##### Available records

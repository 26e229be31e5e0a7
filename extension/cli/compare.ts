/**
 * `residuum compare LOG_A LOG_B [...]`: analyse each run, align them on one time axis (`--align time|start`, or
 * `--align-event KIND`: the first finding of that kind), compare the figures on the common span (stated in the
 * output) and print them side by side, or the comparison JSON (`--json`, `--out F`), the HTML (`--html F`, with
 * the overlay charts) and the Markdown summary (`--md F`).
 */
import { analyzeFile, InputError, type AnalyzeFileOptions } from '../node/analyzeFile';
import { resolveSettings, type AnalysisSettings } from '../core/settings';
import { compareRuns, type AnalysedRun } from '../core/compareRuns';
import { spanSentence, comparisonTable, comparisonRuns } from '../core/export/html';
import { winCounts, runLabel, type AlignMode } from '../core/compare';
import type { FindingKind } from '../core/model';
import { UsageError } from './args';
import { table } from './summary';
import { writeComparisonExports, assertAnalysable } from './export';

/** Options only `compare` takes. */
export const COMPARE_OPTIONS = {
  align: { type: 'string' },
  'align-event': { type: 'string' },
} as const;

/** Finding kinds an event alignment accepts (report contract v1). */
const EVENT_KINDS: readonly FindingKind[] = [
  'outlier', 'inconsistent', 'not-white', 'innovation-bias', 'bias-step', 'bias-drift', 'time-gap', 'time-backwards',
  'bad-rotation', 'bad-covariance', 'bad-value', 'parse-error', 'suspect-anchor', 'too-few-anchors', 'high-dop',
];

/** The alignment mode from `--align` / `--align-event`; UsageError for a bad value or both given. */
export function alignOption(values: Record<string, unknown>): AlignMode {
  const by = values.align;
  const event = values['align-event'];
  if (typeof event === 'string') {
    if (by !== undefined && by !== 'event') throw new UsageError(`--align ${String(by)} and --align-event cannot be used together`);
    if (!(EVENT_KINDS as readonly string[]).includes(event)) throw new UsageError(`--align-event needs a finding kind (${EVENT_KINDS.join(', ')}), got '${event}'`);
    return { by: 'event', kind: event };
  }
  if (by === undefined || by === 'time') return { by: 'time' };
  if (by === 'start') return { by: 'start' };
  if (by === 'event') throw new UsageError('--align event needs --align-event KIND');
  throw new UsageError(`--align must be time or start (or use --align-event KIND), got '${String(by)}'`);
}

/** Run the verb; returns the exit status. */
export async function runCompare(values: Record<string, unknown>, positionals: string[], options: AnalyzeFileOptions): Promise<number> {
  if (positionals.length < 2) throw new UsageError(`compare takes two or more logs, got ${positionals.length}`);
  const align = alignOption(values);
  const runs: AnalysedRun[] = [];
  const settings: AnalysisSettings[] = [];
  for (const p of positionals) {
    const opts = options;
    const a = await analyzeFile(p, opts);
    assertAnalysable(a.report);
    runs.push(a);
    settings.push(resolveSettings({ ...opts.settings, ...(typeof a.report.settings.map === 'string' ? { map: a.report.settings.map } : {}) }));
  }
  const result = compareRuns(runs, settings, align);
  if (!result.ok) throw new InputError(`cannot compare: ${result.message}`);
  const c = result.comparison;
  writeComparisonExports(values, c);
  if (values.json) {
    process.stdout.write(JSON.stringify(c, null, 2) + '\n');
    return 0;
  }
  process.stdout.write(table(['run', 'input', 'SHA-256', 'window (own time)', 'whole run'], comparisonRuns(c).map((r) => [r[0], r[1], (r[2] ?? '').slice(0, 12), r[3], r[4]])));
  process.stdout.write(spanSentence(c) + '\n\n');
  const t = comparisonTable(c);
  process.stdout.write(table(t.header, t.rows));
  const wins = winCounts(c.figures, c.runs.length);
  process.stdout.write(`best in the most figures: ${wins.map((w, i) => `${runLabel(i)} ${w}`).join(', ')}\n`);
  return 0;
}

##########

**About this task:**
Repeat the entries exactly, all of them.

**Answer box:**
repository 26e229be31e5e0a7
filename extension/cli/compare.ts
/**
 * `residuum compare LOG_A LOG_B [...]`: analyse each run, align them on one time axis (`--align time|start`, or
 * `--align-event KIND`: the first finding of that kind), compare the figures on the common span (stated in the
 * output) and print them side by side, or the comparison JSON (`--json`, `--out F`), the HTML (`--html F`, with
 * the overlay charts) and the Markdown summary (`--md F`).
 */
import { analyzeFile, InputError, type AnalyzeFileOptions } from '../node/analyzeFile';
import { resolveSettings, type AnalysisSettings } from '../core/settings';
import { compareRuns, type AnalysedRun } from '../core/compareRuns';
import { spanSentence, comparisonTable, comparisonRuns } from '../core/export/html';
import { winCounts, runLabel, type AlignMode } from '../core/compare';
import type { FindingKind } from '../core/model';
import { UsageError } from './args';
import { table } from './summary';
import { writeComparisonExports, assertAnalysable } from './export';

/** Options only `compare` takes. */
export const COMPARE_OPTIONS = {
  align: { type: 'string' },
  'align-event': { type: 'string' },
} as const;

/** Finding kinds an event alignment accepts (report contract v1). */
const EVENT_KINDS: readonly FindingKind[] = [
  'outlier', 'inconsistent', 'not-white', 'innovation-bias', 'bias-step', 'bias-drift', 'time-gap', 'time-backwards',
  'bad-rotation', 'bad-covariance', 'bad-value', 'parse-error', 'suspect-anchor', 'too-few-anchors', 'high-dop',
];

/** The alignment mode from `--align` / `--align-event`; UsageError for a bad value or both given. */
export function alignOption(values: Record<string, unknown>): AlignMode {
  const by = values.align;
  const event = values['align-event'];
  if (typeof event === 'string') {
    if (by !== undefined && by !== 'event') throw new UsageError(`--align ${String(by)} and --align-event cannot be used together`);
    if (!(EVENT_KINDS as readonly string[]).includes(event)) throw new UsageError(`--align-event needs a finding kind (${EVENT_KINDS.join(', ')}), got '${event}'`);
    return { by: 'event', kind: event };
  }
  if (by === undefined || by === 'time') return { by: 'time' };
  if (by === 'start') return { by: 'start' };
  if (by === 'event') throw new UsageError('--align event needs --align-event KIND');
  throw new UsageError(`--align must be time or start (or use --align-event KIND), got '${String(by)}'`);
}

/** Run the verb; returns the exit status. */
export async function runCompare(values: Record<string, unknown>, positionals: string[], options: AnalyzeFileOptions): Promise<number> {
  if (positionals.length < 2) throw new UsageError(`compare takes two or more logs, got ${positionals.length}`);
  const align = alignOption(values);
  const runs: AnalysedRun[] = [];
  const settings: AnalysisSettings[] = [];
  for (const p of positionals) {
    const opts = options;
    const a = await analyzeFile(p, opts);
    assertAnalysable(a.report);
    runs.push(a);
    settings.push(resolveSettings({ ...opts.settings, ...(typeof a.report.settings.map === 'string' ? { map: a.report.settings.map } : {}) }));
  }
  const result = compareRuns(runs, settings, align);
  if (!result.ok) throw new InputError(`cannot compare: ${result.message}`);
  const c = result.comparison;
  writeComparisonExports(values, c);
  if (values.json) {
    process.stdout.write(JSON.stringify(c, null, 2) + '\n');
    return 0;
  }
  process.stdout.write(table(['run', 'input', 'SHA-256', 'window (own time)', 'whole run'], comparisonRuns(c).map((r) => [r[0], r[1], (r[2] ?? '').slice(0, 12), r[3], r[4]])));
  process.stdout.write(spanSentence(c) + '\n\n');
  const t = comparisonTable(c);
  process.stdout.write(table(t.header, t.rows));
  const wins = winCounts(c.figures, c.runs.length);
  process.stdout.write(`best in the most figures: ${wins.map((w, i) => `${runLabel(i)} ${w}`).join(', ')}\n`);
  return 0;
}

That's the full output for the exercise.